Температура оказалась за сорок градусов. Баба-конь мерила её четыре раза, меняя градусники. Потом заставила Игоря раздеться до пояса и осматривала его подмышки. Надев очки с толстыми линзами, она внимательно проверяла, не натёрты ли подмышки перцем или горчицей, или ещё чем-нибудь, для поднятия температуры кожи.
Отдыха тогда на больничке у Игоря не было. Температура сорок и выше держалась две недели. Игорь редко вставал с кровати. Боль в левом лёгком была при дыхании, и Игорь старался, как мог, дышать лишь правым лёгким.
По ночам верхняя половина его тела горела огнём, но ему было холодно, потому что ноги его были холодны как лёд. Особенно ступни и пальцы ног. Он старался согревать их своими горячими ладонями, но ладони оставались горячими, а ноги холодными. Руки не охлаждались, а ноги не согревались. И он мёрз в постели, не засыпая от этого по ночам. Лишь днём ему удавалось уснуть на часок-другой. Но, проснувшись, он вновь чувствовал себя чумным, а ноги опять мёрзли, и их невозможно было согреть никак.
Могила (такое погоняло было у зэка, работавшего лечащим врачом в стационаре) прописал Игорю какие-то уколы и таблетки. Но они ничуть не помогали. Был случай, что однажды у Игоря потемнело в глазах, и он лишь по стеночке смог добраться из коридора стационара до своей шконки (койки).
Но не ходить и просто мёрзнуть, сидя или лёжа, было тоже невыносимо. А в палатах больнички было довольно-таки тепло, хоть и стояла зима. Лишь в зэковском больничном туалете было прохладно, потому что санитары держали в нём форточку постоянно открытой, в связи с тем, что больным зэкам только там и разрешалось курить. Сами же санитары пользовались тёплым и чистым мужским туалетом для вольных, который запирался на ключ.
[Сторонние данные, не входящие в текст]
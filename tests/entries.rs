//! Any text in any field yields problems or an answer, never a panic and never a number that is none.

use farstaff::question::field::Kind;
use farstaff::question::{Question, ask, catalogue};
use farstaff_tests::sound::faults;

/// Knuth's 64-bit linear congruence (MMIX constants): the same texts on every machine.
struct Dice(u64);

impl Dice {
    fn roll(&mut self, sides: usize) -> usize {
        self.0 = self.0.wrapping_mul(6_364_136_223_846_793_005).wrapping_add(1_442_695_040_888_963_407);
        (self.0 >> 33) as usize % sides
    }
    fn pick<'a, T: ?Sized>(&mut self, from: &[&'a T]) -> &'a T {
        from[self.roll(from.len())]
    }
}

const SCRAPS: &[&str] = &[
    "",
    " ",
    "0",
    "-0",
    "1",
    "300",
    "0.3",
    "1e308",
    "1e-308",
    "-1e9",
    "1e999",
    "NaN",
    "inf",
    "-inf",
    "null",
    "1/0",
    "0/0",
    "1/7",
    "1:20",
    "1 in 20",
    "1 in 0",
    ".",
    ",",
    "-",
    "−5",
    "–",
    "1,234",
    "1.234,5",
    "1 234 567,8",
    "12,5",
    "١٢٣",
    "１２",
    "٫",
    "5'6\"",
    "89°58′12″",
    "°",
    "′",
    "″",
    "-10″",
    "2°30",
    " m",
    "mm",
    " ft",
    "ftUS",
    "km",
    "mi",
    " mm/m",
    "%",
    "‰",
    "k",
    "m",
    "factor",
    "1/",
    "gon",
    "mgon",
    "of 1",
    "ft/100 ft",
    "m/m",
    "=",
    "&",
    "+",
    "%41",
    "%ff",
    "\u{0}",
    "\u{202e}",
    "\u{a0}",
    "🦔",
    "ß",
    "<b>",
    "'",
    "\n",
    "\t",
    "e",
    "E5",
    "--5",
    "+-5",
    "5 5",
    "5 m m",
    "abc",
    "sunny",
    "raw",
    "Sky",
    "none",
];

fn text(dice: &mut Dice, question: &Question, field: usize) -> String {
    let field = &question.fields[field % question.fields.len()];
    match dice.roll(6) {
        0 => field.example.to_owned(),
        1 => (0..=dice.roll(3)).map(|_| dice.pick(SCRAPS)).collect(),
        2 => {
            let mut letters: Vec<char> = field.example.chars().collect();
            let at = dice.roll(letters.len());
            letters[at] = dice.pick(SCRAPS).chars().next().unwrap_or(' ');
            letters.into_iter().collect()
        }
        3 => match field.kind {
            Kind::Number { quantity, .. } => {
                let number = (dice.roll(2_000_001) as f64 - 1e6) * libm::pow(10.0, dice.roll(12) as f64 - 9.0);
                let units = quantity.info().units;
                format!("{number} {}", units[dice.roll(units.len())].symbol)
            }
            Kind::Text { .. } => dice.pick(SCRAPS).to_owned(),
            Kind::Table { .. } => scraps_in_rows(dice),
            Kind::Choice { options, .. } => options[dice.roll(options.len())].value.to_owned(),
        },
        4 => char::from_u32(dice.roll(0x11_0000) as u32).map_or(String::new(), |c| c.to_string()),
        _ => String::new(),
    }
}

/// Lines of cells, ragged, with any separator and any text.
fn scraps_in_rows(dice: &mut Dice) -> String {
    let separator = dice.pick(&["\t", ";", ",", " ", "\t\t"]);
    let line = |dice: &mut Dice| {
        let cells: Vec<&str> = (0..dice.roll(8)).map(|_| dice.pick(SCRAPS)).collect();
        format!("{}{}", dice.pick(&["", "", "", "~"]), cells.join(separator))
    };
    let lines: Vec<String> = (0..dice.roll(12)).map(|_| line(dice)).collect();
    lines.join(dice.pick(&["\n", "\r\n", "\n\n"]))
}

#[test]
fn any_text_is_answered() {
    let mut dice = Dice(20_261_201);
    let (mut answered, mut refused) = (0, 0);
    for question in catalogue().questions {
        for round in 0..3000 {
            let mut form = form_urlencoded::Serializer::new(String::new());
            // In every second round what is required is right, so that the rest is read on and answered.
            for (i, field) in question.fields.iter().enumerate() {
                let sound = round % 2 == 0 && (field.required || dice.roll(4) > 0);
                let entered = if sound { field.example.to_owned() } else { text(&mut dice, question, i) };
                form.append_pair(field.name, &entered);
                if dice.roll(5) == 0 {
                    form.append_pair(&format!("{}.unit", field.name), dice.pick(SCRAPS));
                }
            }
            let entry = form.finish();
            let answer = ask(question.id, &entry).expect("it is a question");
            assert_eq!(faults(question, &answer), Vec::<String>::new(), "{} {entry}", question.id);
            let again = ask(question.id, &answer.entry).expect("it is a question");
            assert_eq!(again.entry, answer.entry, "{} {entry}", question.id);
            if answer.problems.is_empty() { answered += 1 } else { refused += 1 }
        }
    }
    assert!(answered > 300 && refused > 300, "{answered} answered, {refused} refused: the texts have gone one-sided");
}

#[test]
fn bytes_that_are_no_form_are_answered_too() {
    let mut dice = Dice(7);
    for question in catalogue().questions {
        for _ in 0..2000 {
            let entry: String = (0..dice.roll(12)).map(|_| dice.pick(SCRAPS)).collect();
            let answer = ask(question.id, &entry).expect("it is a question");
            assert_eq!(faults(question, &answer), Vec::<String>::new(), "{} {entry}", question.id);
        }
    }
}

#[test]
fn an_unknown_question_has_no_answer() {
    assert!(ask("no such question", "").is_none());
}
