//! The networks of one topology: as it is, after each outage, and with each fault on. The exporter's bus has seat 0 in
//! them, the importer's seat 1; stations keep their index.

use std::sync::Arc;

use crate::{
    grid::{BankIndex, BusIndex, Circuit, Corridor, End, FROM, TO},
    network::{Admittance, Branch, C64, FaultedBranch, Reduced, Topology},
};

/// A network of which only the loads change from frame to frame.
#[derive(Debug, Clone)]
pub(super) struct Network {
    base: Admittance,
    live: Vec<bool>,
    /// A terminal that a bolted fault holds at zero voltage.
    pub shorted: Option<usize>,
    /// What is left of it at the terminals, with the present loads.
    pub reduced: Reduced,
}

/// A circuit in service.
#[derive(Debug, Clone)]
pub(super) struct InService {
    pub circuit: usize,
    pub seats: [usize; 2],
    pub branch: Branch,
}

/// A network with what is needed to judge currents and voltages in it.
#[derive(Debug, Clone)]
pub(super) struct Case {
    pub network: Network,
    pub circuits: Vec<InService>,
    pub live: Vec<bool>,
}

/// What an outage leaves.
#[derive(Debug, Clone)]
pub(super) struct OutageCase {
    pub name: Arc<str>,
    /// `None`: the outage separates the corridor.
    pub after: Option<Case>,
    pub fault: Option<Network>,
}

/// All networks of one topology and direction.
#[derive(Debug, Clone)]
pub(super) struct CaseSet {
    pub exporter: BusIndex,
    pub present: Case,
    pub outages: Vec<OutageCase>,
}

/// The seat of a bus, or the bus of a seat.
pub(super) fn seat(exporter: BusIndex, bus: BusIndex) -> usize {
    match bus {
        FROM | TO if exporter == TO => 1 - bus,
        other => other,
    }
}

impl Network {
    fn new(size: usize, live: Vec<bool>) -> Self {
        Self { base: Admittance::new(size), live, shorted: None, reduced: Reduced::default() }
    }

    /// Takes the present loads (S, by seat) in.
    pub fn set_loads(&mut self, loads: &[C64], scratch: &mut Admittance) {
        scratch.copy_from(&self.base);
        for (seat, load) in loads.iter().enumerate() {
            scratch.add_shunt(seat, *load);
        }
        scratch.reduce_into(&self.live, &mut self.reduced);
    }
}

impl Case {
    fn new(corridor: &Corridor, topology: &Topology, exporter: BusIndex) -> Self {
        let live = topology.live(corridor);
        let mut network = Network::new(corridor.buses.len(), live.clone());
        let circuits: Vec<_> = (0..corridor.circuits.len())
            .filter(|circuit| topology.closed[*circuit])
            .map(|circuit| {
                let Circuit { between, .. } = corridor.circuits[circuit];
                let branch = Branch::of(&corridor.circuits[circuit], &topology.inserted[circuit]);
                InService { circuit, seats: between.map(|bus| seat(exporter, bus)), branch }
            })
            .collect();
        for InService { seats, branch, .. } in &circuits {
            network.base.add(*seats, *branch);
        }
        Self { network, circuits, live }
    }
}

impl CaseSet {
    /// Without the outages of these names.
    pub fn new(corridor: &Corridor, topology: &Topology, exporter: BusIndex, without: &[Arc<str>]) -> Self {
        let present = Case::new(corridor, topology, exporter);
        let outages = outages(corridor, topology)
            .filter(|(name, ..)| !without.contains(name))
            .map(|(name, circuits, banks)| {
                let after = topology.without(&circuits, &banks);
                let after = after.joins_terminals(corridor).then(|| Case::new(corridor, &after, exporter));
                let fault = match circuits.first() {
                    Some(&circuit) if after.is_some() => faulted(corridor, topology, &present, circuit, exporter),
                    _ => None,
                };
                OutageCase { name, after, fault }
            })
            .collect();
        Self { exporter, present, outages }
    }
}

/// Name, circuits in service and inserted banks of every outage to judge.
fn outages(corridor: &Corridor, topology: &Topology) -> impl Iterator<Item = (Arc<str>, Vec<usize>, Vec<BankIndex>)> {
    let closed = |circuit: &usize| topology.closed[*circuit];
    let inserted = move |bank: &BankIndex| closed(&bank.circuit) && topology.inserted[bank.circuit][bank.bank];
    let circuits = (0..corridor.circuits.len())
        .filter(closed)
        .map(|circuit| (corridor.circuits[circuit].name.clone(), vec![circuit], Vec::new()));
    let banks = corridor
        .banks()
        .filter(move |(index, _)| inserted(index))
        .map(|(index, bank)| (bank.name.clone(), Vec::new(), vec![index]));
    let combined = corridor.outages.iter().map(move |outage| {
        let circuits: Vec<_> = outage.circuits.iter().copied().filter(closed).collect();
        let banks: Vec<_> = outage.banks.iter().copied().filter(inserted).collect();
        (outage.name.clone(), circuits, banks)
    });
    let effective = |(_, circuits, banks): &(_, Vec<_>, Vec<_>)| !(circuits.is_empty() && banks.is_empty());
    circuits.chain(banks).chain(combined.filter(effective))
}

/// The present network with the configured fault on a circuit, counted from its end nearer to the exporter.
fn faulted(
    corridor: &Corridor,
    topology: &Topology,
    present: &Case,
    circuit: usize,
    exporter: BusIndex,
) -> Option<Network> {
    let fault = corridor.fault?;
    let Circuit { between: [first, second], .. } = corridor.circuits[circuit];
    let distance = Topology::distance(corridor, exporter);
    let second_is_nearer = match distance[first].cmp(&distance[second]) {
        std::cmp::Ordering::Less => false,
        std::cmp::Ordering::Equal => exporter == TO,
        std::cmp::Ordering::Greater => true,
    };
    let counted_from = if second_is_nearer { End::To } else { End::From };
    let on_fault =
        FaultedBranch::of(&corridor.circuits[circuit], &topology.inserted[circuit], fault.kind, fault.at, counted_from);
    let mut network = Network::new(corridor.buses.len(), present.live.clone());
    for other in &present.circuits {
        network.base.add(other.seats, if other.circuit == circuit { on_fault.branch } else { other.branch });
    }
    let shorted = on_fault.shorted.map(|end| seat(exporter, if end == End::From { first } else { second }));
    match shorted {
        Some(terminal @ (0 | 1)) => network.shorted = Some(terminal),
        Some(station) => network.live[station] = false,
        None => {}
    }
    Some(network)
}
Вольными работниками мужского пола на больничке были главврач, он же начальник больницы, молодой офицер небольшого роста, который появлялся иногда в больнице в военной форме капитана, в наброшенном на плечи белом халате; и зубной врач, который сам постоянно месяцами болел, и появлялся в больнице за год лишь на две-три недели.
Самочувствие Игоря в то время, скорее всего, лишь ухудшалось. Так проходили день за днём. Но неожиданно в больницу приехала областная комиссия с проверкой. Они ужаснулись оттого, что больной с температурой за сорок лежит здесь уже две недели. Ведь если зэк крякнет (умрёт) в больнице, то отвечать придётся за это и им, членам комиссии. За то, что недоглядели.